======== Information shown ========
"""Reading the input (CSV, Parquet, folders, globs), row identity, and its hash."""

from __future__ import annotations

import glob
import hashlib
from pathlib import Path

import numpy as np
import polars as pl

from curate.errors import InputError, PipelineFileError, UsageError, first_ids
from curate.io.globbing import glob_files, unique_files

__all__ = ["file_sha256", "input_files", "read_input", "row_ids"]

POSITION = "__curate_position"


def input_files(path: Path) -> list[Path]:
    """Resolve a file, a folder of Parquet/CSV files or a glob to a sorted list of files.

    Each real file is listed once, however many links lead to it (a glob
    through a symbolic-link loop included: see :mod:`curate.io.globbing`).

    Examples
    --------
    >>> input_files(Path("/no/such/readings.csv"))
    Traceback (most recent call last):
    ...
    curate.errors.PipelineFileError: input /no/such/readings.csv does not exist
      hint: fix [input] path in the pipeline file (relative paths start at the pipeline file's folder)
    """
    text = str(path)
    if glob.has_magic(text):
        files = glob_files(text)
    elif path.is_dir():
        files = unique_files(sorted(p for p in path.iterdir() if p.suffix in (".parquet", ".csv")))
    elif path.is_file():
        files = [path]
    else:
        files = []
    if not files:
        raise PipelineFileError(
            f"input {path} does not exist" if not path.is_dir() else f"folder {path} has no "
            ".parquet or .csv files",
            hint="fix [input] path in the pipeline file (relative paths start at the pipeline "
                 "file's folder)")
    kinds = {p.suffix for p in files}
    if not kinds <= {".csv", ".parquet"} or len(kinds) > 1:
        raise UsageError(f"input {path} mixes or uses unsupported file types {sorted(kinds)}",
                         hint="give CSV files or Parquet files, one kind per input")
    return files


def _scan(files: list[Path], infer: int | None = 10000) -> pl.LazyFrame:
    if files[0].suffix == ".parquet":
        return pl.scan_parquet([str(p) for p in files])
    return pl.concat([pl.scan_csv(str(p), infer_schema_length=infer) for p in files],
                     how="vertical")


def _collect(files: list[Path], columns: list[str] | None) -> pl.DataFrame:
    """Read the files; a CSV cell that breaks the type guessed from the first rows means
    reading again with types guessed from every row (that column then reads as text, and
    the input check names the stray cells: see :mod:`curate.io.suspect`)."""
    def read(infer: int | None) -> pl.DataFrame:
        lazy = _scan(files, infer)
        return (lazy if columns is None else lazy.select(columns)).collect()

    try:
        return read(10000)
    except pl.exceptions.ComputeError as err:
        if files[0].suffix != ".csv" or "could not parse" not in str(err):
            raise
    return read(None)


def read_input(path: Path, columns: list[str] | None = None) -> pl.DataFrame:
    """Read the input table (only ``columns`` when given).

    Examples
    --------
    >>> import tempfile
    >>> folder = Path(tempfile.mkdtemp())
    >>> _ = (folder / "t.csv").write_text("a,b\\n1,x\\n2,y\\n")
    >>> read_input(folder / "t.csv", ["a"]).to_dict(as_series=False)
    {'a': [1, 2]}
    """
    files = input_files(path)
    try:
        frame = _collect(files, columns)
    except (pl.exceptions.PolarsError, OSError) as err:
        first = str(err).strip().splitlines()[0] if str(err).strip() else type(err).__name__
        raise InputError(f"cannot read input {path}: {first}",
                         hint="check that the file is valid CSV (header row, same number of "
                              "fields on every line) or Parquet") from None
    if frame.height == 0:
        raise InputError(f"input {path} has no rows", hint="give a table with at least one data row")
    return frame


def row_ids(frame: pl.DataFrame, id_column: str | None, source: str) -> pl.Series:
    """Return the row id of every row: the id column, else the 0-based input position.

    Examples
    --------
    >>> row_ids(pl.DataFrame({"a": [5, 6]}), None, "t.csv").to_list()
    [0, 1]
    >>> row_ids(pl.DataFrame({"id": [7, 7]}), "id", "t.csv")
    Traceback (most recent call last):
    ...
    curate.errors.InputError: t.csv: id column 'id' has repeated values: 2 rows (first: 7, 7)
      hint: make the ids unique, or drop `id` from [input] to number rows by position
    """
    if id_column is None:
        return pl.Series("row_id", np.arange(frame.height, dtype=np.int64))
    if id_column not in frame.columns:
        raise InputError(f"{source}: id column {id_column!r} is not in the input "
                         f"(columns: {', '.join(frame.columns[:12])})",
                         hint="fix [input] id, or remove it to number rows by position")
    ids = frame[id_column]
    if ids.null_count():
        bad = np.flatnonzero(ids.is_null().to_numpy()).tolist()
        raise InputError(f"{source}: id column {id_column!r} is empty at positions "
                         f"{first_ids(bad)}", hint="give every row an id")
    repeated = ids.filter(ids.is_duplicated())
    if len(repeated):
        raise InputError(f"{source}: id column {id_column!r} has repeated values: "
                         f"{first_ids(repeated.sort().to_list())}",
                         hint="make the ids unique, or drop `id` from [input] to number rows "
                              "by position")
    return ids.alias("row_id")


def file_sha256(path: Path) -> str:
    """Hash every file of the input, in name order."""
    digest = hashlib.sha256()
    for file in input_files(path):
        with open(file, "rb") as handle:
            for block in iter(lambda: handle.read(1 << 20), b""):
                digest.update(block)
    return digest.hexdigest()
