"""Classification or regression: what the target column asks for, and why.

``[input] task`` is ``"classification"``, ``"regression"`` or ``"auto"`` (the
default). ``auto`` reads the target column:

* text, categories and true/false values are classes;
* numbers with a fractional part are a quantity: regression;
* whole numbers (integers, or floats that are all whole) are regression when
  they take many distinct values for the number of rows: more than
  :data:`MIN_DISTINCT` values and at least one distinct value per
  :data:`ROWS_PER_VALUE` rows. Codes such as 0/1/2 or star ratings stay
  classes; ages, counts and prices in whole units become regression.

The choice comes with its reason in words, which the run prints and writes to
summary.json, so that a wrong guess is seen and fixed with ``[input] task``.
"""

from __future__ import annotations

from dataclasses import dataclass
from typing import Any

import numpy as np

from curate.settings import TASKS

__all__ = ["MIN_DISTINCT", "ROWS_PER_VALUE", "TaskChoice", "detect_task"]

MIN_DISTINCT = 10  # up to this many distinct whole numbers are read as class codes
ROWS_PER_VALUE = 20  # fewer rows per distinct value than this reads as a quantity


@dataclass(frozen=True)
class TaskChoice:
    """The task a run uses (``classification`` or ``regression``) and the reason in words."""

    task: str
    reason: str

    def as_dict(self) -> dict[str, str]:
        """The choice as summary.json records it.

        Examples
        --------
        >>> TaskChoice("regression", "why").as_dict()
        {'task': 'regression', 'reason': 'why'}
        """
        return {"task": self.task, "reason": self.reason}


def _values(values: Any) -> tuple[np.ndarray, str]:
    """Non-missing values as numpy and their kind: 'integer', 'float', 'bool' or 'text'."""
    dtype: Any = getattr(values, "dtype", None)
    if hasattr(dtype, "is_numeric") and hasattr(values, "drop_nulls"):  # a polars Series
        kept = values.drop_nulls()
        if dtype.is_integer():
            return kept.to_numpy(), "integer"
        if dtype.is_float():
            return kept.to_numpy(), "float"
        return kept.to_numpy(), "bool" if str(dtype) == "Boolean" else "text"
    arr = np.asarray(values)
    kind = arr.dtype.kind
    if kind in "iu":
        return arr, "integer"
    if kind == "f":
        return arr[~np.isnan(arr)], "float"
    if kind == "b":
        return arr, "bool"
    if kind == "O":
        present = [v for v in arr.tolist() if v is not None]
        if present and all(isinstance(v, int | float) and not isinstance(v, bool) for v in present):
            floats = np.asarray(present, dtype=np.float64)
            whole = all(isinstance(v, int) for v in present)
            return floats, "integer" if whole else "float"
    return arr, "text"


def detect_task(values: Any, asked: str = "auto", *, column: str = "target") -> TaskChoice:
    """Choose classification or regression for a target column; say why.

    Parameters
    ----------
    values : array-like or polars Series
        The target column (missing values are left out of the count).
    asked : str
        ``"auto"``, or the task set by ``[input] task``, which is taken as given.
    column : str
        The column's name, for the reason.

    Examples
    --------
    >>> detect_task([12.5, 3.0, 41.25]).task
    'regression'
    >>> detect_task(["ok", "worn", "ok"]).reason
    "column 'target' holds text: classes"
    >>> choice = detect_task(list(range(100)) * 2)
    >>> choice.task, choice.reason
    ('regression', "column 'target' holds 100 distinct whole numbers in 200 rows (more than 10 \
values, and one per 2.0 rows, fewer than 20): a quantity, so regression")
    >>> detect_task([0, 1, 2] * 50).task
    'classification'
    >>> detect_task([0, 1], "regression").reason
    'set by [input] task = "regression"'
    """
    if asked not in TASKS:
        raise ValueError(f"task must be one of {TASKS}, got {asked!r}")
    if asked != "auto":
        return TaskChoice(asked, f"set by [input] task = \"{asked}\"")
    present, kind = _values(values)
    name = f"column {column!r}"
    if kind == "text":
        return TaskChoice("classification", f"{name} holds text: classes")
    if kind == "bool":
        return TaskChoice("classification", f"{name} holds true/false values: classes")
    if len(present) == 0:
        return TaskChoice("classification", f"{name} has no values to read: classes by default")
    numbers = np.asarray(present, dtype=np.float64)
    if kind == "float" and not np.all(np.isfinite(numbers) & (numbers == np.round(numbers))):
        example = next(v for v in numbers if not (np.isfinite(v) and v == round(v)))
        return TaskChoice("regression", f"{name} holds numbers with a fractional part (such as "
                                        f"{example:g}): a quantity, so regression")
    distinct = len(np.unique(numbers))
    per_value = len(numbers) / distinct
    whole = "whole numbers" if kind == "integer" else "whole numbers (stored as floats)"
    counted = f"{name} holds {distinct} distinct {whole} in {len(numbers)} rows"
    if distinct > MIN_DISTINCT and per_value < ROWS_PER_VALUE:
        return TaskChoice("regression", f"{counted} (more than {MIN_DISTINCT} values, and one per "
                                        f"{per_value:.1f} rows, fewer than {ROWS_PER_VALUE}): a "
                                        "quantity, so regression")
    why = (f"at most {MIN_DISTINCT} values" if distinct <= MIN_DISTINCT
           else f"{per_value:.1f} rows per value, at least {ROWS_PER_VALUE}")
    return TaskChoice("classification", f"{counted} ({why}): class codes, so classification")
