"""The neighbourhood cleaning rule (Laurikkala 2001) against imbalanced-learn.

The paper (its pseudo-code is quoted in imbalanced-learn issue #764): C is
the class of interest, O the other rows; A1 = the rows of O that ENN (k = 3)
removes; A2 = the rows of O among the 3 nearest neighbours of a row of C that
those neighbours misclassify, from classes Ci with |Ci| >= 0.5 |C|; remove
A1 and A2.

imbalanced-learn 0.14's NeighbourhoodCleaningRule differs in ways read in
its source: (1) with ``sampling_strategy="all"`` its ENN also edits C and its
A2 also takes C's own rows; ``"not minority"`` gives the paper's O. (2) it
decides whether a row of C is misclassified with a KNeighborsClassifier
fitted on all rows and asked about that same row, so the row votes for
itself among its k. The comparison plugs in a scikit-learn classifier whose
prediction for a training row leaves the row out (scikit-learn's own
``predict(None)``). (3) it cleans classes with strictly more than threshold
times |C| rows (the paper: at least). Vote ties in 3+ classes are left out of
the comparison as in test_editing_enn.py.
"""

from __future__ import annotations

import numpy as np
import pytest
from editing_fixtures import (
    dataset,
    everyone,
    own_label_ties,
    removed_by,
    space,
)
from imblearn.under_sampling import EditedNearestNeighbours, NeighbourhoodCleaningRule
from sklearn.neighbors import KNeighborsClassifier, NearestNeighbors

from curate.errors import UsageError
from curate.methods.cleaning import ncr

pytestmark = pytest.mark.usefixtures("one_thread")  # see tests/methods/conftest.py


class LeaveSelfOut(KNeighborsClassifier):
    """scikit-learn's k-NN classifier; a training row asked about is voted on without itself."""

    def predict(self, X: np.ndarray) -> np.ndarray:
        dist, pos = self.kneighbors(X, n_neighbors=1)
        assert (dist < 1e-6).all(), "asked about a row that is not a training row"
        return super().predict(None)[pos[:, 0]]


def paper_ncr(k: int, threshold: float = 0.5) -> NeighbourhoodCleaningRule:
    """imbalanced-learn's NCR set up to compute the paper's rule (see the module docstring)."""
    return NeighbourhoodCleaningRule(
        sampling_strategy="not minority",
        edited_nearest_neighbours=EditedNearestNeighbours(
            sampling_strategy="not minority", n_neighbors=k, kind_sel="mode"),
        n_neighbors=LeaveSelfOut(n_neighbors=k), threshold_cleaning=threshold)


def tie_touched(X: np.ndarray, y: np.ndarray, k: int) -> np.ndarray:
    """Rows whose fate a vote tie can decide: tie rows and the neighbours of C's tie rows."""
    ties = own_label_ties(X, y, k)
    sizes = np.bincount(y)
    interest = np.flatnonzero(ties & (y == np.argmin(sizes)))
    nbr = NearestNeighbors(n_neighbors=k).fit(X).kneighbors(None, return_distance=False)
    touched = ties.copy()
    touched[nbr[interest].ravel()] = True
    return touched


@pytest.mark.parametrize("name", ["wine", "breast_cancer", "digits"])
@pytest.mark.parametrize("flip", [0.0, 0.1])
@pytest.mark.parametrize("k", [3, 5])
def test_ncr_removes_what_imbalanced_learn_removes(name: str, flip: float, k: int) -> None:
    """Same removals as imbalanced-learn set up for the paper's rule, tie rows apart."""
    X, y = dataset(name, flip=flip, seed=41)
    sizes = np.bincount(y)
    assert (sizes == sizes.min()).sum() == 1, "the smallest class must be unique here"
    ours = ncr(space(X), y, removable=everyone(len(y)), k=k)
    theirs = removed_by(paper_ncr(k), X, y)
    fair = set(np.flatnonzero(~tie_touched(X, y, k)).tolist())
    assert set(ours.removed.tolist()) & fair == theirs & fair
    assert not (y[ours.removed] == np.argmin(sizes)).any()
    assert ours.info["interest"] == str(np.argmin(sizes))
    if flip:
        assert "crowds-interest" in ours.reason


def test_ncr_never_removes_the_class_of_interest_unlike_sampling_strategy_all() -> None:
    """The paper edits O only; imbalanced-learn's "all" also removes rows of C."""
    X, y = dataset("wine", flip=0.1, seed=43)
    smallest = np.argmin(np.bincount(y))
    ours = ncr(space(X), y, removable=everyone(len(y)))
    theirs = removed_by(NeighbourhoodCleaningRule(sampling_strategy="all"), X, y)
    assert not (y[ours.removed] == smallest).any()
    assert (y[sorted(theirs)] == smallest).any()


def test_a_row_of_interest_does_not_vote_for_itself() -> None:
    """Hand-made: class 1 (3 rows, the smallest) at 0, -1, -2; class 0 at 1.4..3.0.

    Row 0's 3 nearest neighbours are rows 1 (class 1), 3 and 4 (class 0), at
    1.0, 1.4 and 1.8: outvoted 2 to 1, so the paper removes rows 3 and 4 (A2).
    imbalanced-learn's default counts row 0's own vote with its 2 nearest
    (1, 1, 0), finds it correctly classified, and removes nothing.
    """
    X = np.array([[0.0], [-1.0], [-2.0], [1.4], [1.8], [2.2], [2.6], [3.0]])
    y = np.array([1, 1, 1, 0, 0, 0, 0, 0])
    ours = ncr(space(X), y, removable=everyone(len(y)), k=3)
    assert ours.removed.tolist() == [3, 4]
    assert ours.reason == ["crowds-interest", "crowds-interest"]
    assert [n.tolist() for n in ours.neighbours] == [[0], [0]]
    assert [d.tolist() for d in ours.distances] == [[1.4], [1.8]]
    assert removed_by(paper_ncr(3), X, y) == {3, 4}
    assert removed_by(NeighbourhoodCleaningRule(n_neighbors=3), X, y) == set()


def three_classes() -> tuple[np.ndarray, np.ndarray]:
    """'c' (4 rows) at 0, -1, -2, -3; 'b' (2 rows) at 1.4, 1.8; 'a' (6 rows) at 3..8."""
    X = np.array([[0.0], [-1.0], [-2.0], [-3.0], [1.4], [1.8]] + [[v] for v in range(3, 9)])
    return X, np.array(["c"] * 4 + ["b"] * 2 + ["a"] * 6)


@pytest.mark.parametrize(("threshold", "expected"), [(0.5, [4, 5, 6]), (0.6, [6])])
def test_a_class_of_exactly_threshold_times_the_interest_is_cleaned(
        threshold: float, expected: list[int]) -> None:
    """The paper cleans classes with |Ci| >= 0.5 |C| (imbalanced-learn: strictly more).

    Hand-computed with interest 'c': row 0 ('c') has neighbours 'c', 'b', 'b'
    and is outvoted, so rows 4 and 5 ('b', 2 = 0.5 x 4 rows) go at 0.5, not
    at 0.6. Row 6 ('a' at 3, neighbours 'a' at 4, 'b' at 1.8 and 1.4) goes
    through ENN either way; rows 4 and 5 tie 1-1-1 in ENN and stay there.
    """
    X, y = three_classes()
    ours = ncr(space(X), y, removable=everyone(len(y)), k=3, threshold=threshold,
               interest="c")
    assert ours.removed.tolist() == expected
    assert ours.reason[-1] == "knn-disagrees"


def test_the_class_of_interest_by_name() -> None:
    """Naming the smallest class is the default; a label not in the stage is a usage error."""
    X, y = dataset("wine", flip=0.1, seed=47)
    default = ncr(space(X), y, removable=everyone(len(y)))
    named = ncr(space(X), y, removable=everyone(len(y)), interest=int(np.argmin(np.bincount(y))))
    assert default.removed.tolist() == named.removed.tolist()
    with pytest.raises(UsageError, match="not among the stage's labels"):
        ncr(space(X), y, removable=everyone(len(y)), interest="7")


def test_ncr_honours_the_removable_mask() -> None:
    """Like imbalanced-learn given the removable classes as its list (minority excluded)."""
    X, y = dataset("wine", flip=0.1, seed=53)
    smallest = int(np.argmin(np.bincount(y)))
    keep_class = [c for c in (0, 1, 2) if c != smallest][0]
    removable = y != keep_class
    ours = ncr(space(X), y, removable=removable, k=3)
    allowed = [c for c in (0, 1, 2) if c not in (smallest, keep_class)]
    theirs = removed_by(NeighbourhoodCleaningRule(
        sampling_strategy=allowed,
        edited_nearest_neighbours=EditedNearestNeighbours(sampling_strategy=allowed,
                                                          kind_sel="mode"),
        n_neighbors=LeaveSelfOut(n_neighbors=3)), X, y)
    fair = set(np.flatnonzero(~tie_touched(X, y, 3)).tolist())
    assert set(ours.removed.tolist()) & fair == theirs & fair
    assert theirs & fair
    assert removable[ours.removed].all()
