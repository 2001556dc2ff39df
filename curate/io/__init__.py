"""Files in and out: the input (read, schema), run folders (written atomically, read back,
explained, compared) and review tables.

* :mod:`~curate.io.read`: CSV or Parquet files, folders and globs; row ids;
* :mod:`~curate.io.schema`: column rules or a pandera model, every failure collected;
* :mod:`~curate.io.folder`: the run folder's files and the all-or-nothing writers;
* :mod:`~curate.io.review`, :mod:`~curate.io.diff`, :mod:`~curate.io.explain`:
  a reviewer's CSV and protected ids, the diff of two runs, `curate why`.
"""
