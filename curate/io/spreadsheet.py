"""CSV cells that a spreadsheet shows as text, never runs as a formula, and that read back intact.

Spreadsheets treat a cell that starts with ``=``, ``+``, ``-``, ``@``, a tab or a
carriage return as a formula, so a label or id such as ``=HYPERLINK(...)`` in a
review CSV would run when a reviewer opens the file. The OWASP guidance on CSV
injection says to prefix such cells with a single quote, which spreadsheets take
as "this is text". A cell that already starts with a quote gets one more, so
that :func:`original_text` can undo the escape exactly; it also leaves a cell
alone whose quote a spreadsheet dropped on saving.
"""

from __future__ import annotations

import polars as pl

__all__ = ["FORMULA_STARTS", "original_text", "spreadsheet_safe"]

# The leading characters the OWASP CSV-injection guidance names.
FORMULA_STARTS = ("=", "+", "-", "@", "\t", "\r")
_QUOTE = "'"


def _escaped_text(text: str) -> str:
    return _QUOTE + text if text.startswith((*FORMULA_STARTS, _QUOTE)) else text


def _starts_with_any(column: pl.Expr, prefixes: tuple[str, ...]) -> pl.Expr:
    found = pl.lit(False)
    for prefix in prefixes:
        found = found | column.str.starts_with(prefix)
    return found


def spreadsheet_safe(frame: pl.DataFrame) -> pl.DataFrame:
    """Prefix a quote to every text cell and column name a spreadsheet would run as a formula.

    Numbers stay numbers (a number is never a formula); text, category and
    enum columns are escaped.

    Examples
    --------
    >>> frame = pl.DataFrame({"id": ["=1+2", "w1", "'x"], "v": [-1.5, 2.0, 3.0]})
    >>> spreadsheet_safe(frame).rows()
    [("'=1+2", -1.5), ('w1', 2.0), ("''x", 3.0)]
    """
    text_kinds = (pl.String, pl.Categorical)
    columns = []
    for name, dtype in frame.schema.items():
        column = pl.col(name)
        if dtype in text_kinds or isinstance(dtype, pl.Enum):
            column = column.cast(pl.String)
            risky = _starts_with_any(column, (*FORMULA_STARTS, _QUOTE))
            column = pl.when(risky).then(pl.concat_str(pl.lit(_QUOTE), column)).otherwise(column)
        columns.append(column.alias(_escaped_text(name)))
    return frame.select(columns)


def original_text(column: pl.Expr) -> pl.Expr:
    """Undo :func:`spreadsheet_safe` on a text column read back from the CSV.

    Examples
    --------
    >>> frame = pl.DataFrame({"id": ["'=1+2", "w1", "''x", "'plain"]})
    >>> frame.select(original_text(pl.col("id")))["id"].to_list()
    ['=1+2', 'w1', "'x", "'plain"]
    """
    rest = column.str.slice(1)
    escaped = column.str.starts_with(_QUOTE) & _starts_with_any(rest, (*FORMULA_STARTS, _QUOTE))
    return pl.when(escaped).then(rest).otherwise(column)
========
### What to produce
Find each line of the data above that holds the word "NearestNeighbors", then copy it.

### Answer to the problem
from sklearn.neighbors import KNeighborsClassifier, NearestNeighbors
    nbr = NearestNeighbors(n_neighbors=k).fit(X).kneighbors(None, return_distance=False)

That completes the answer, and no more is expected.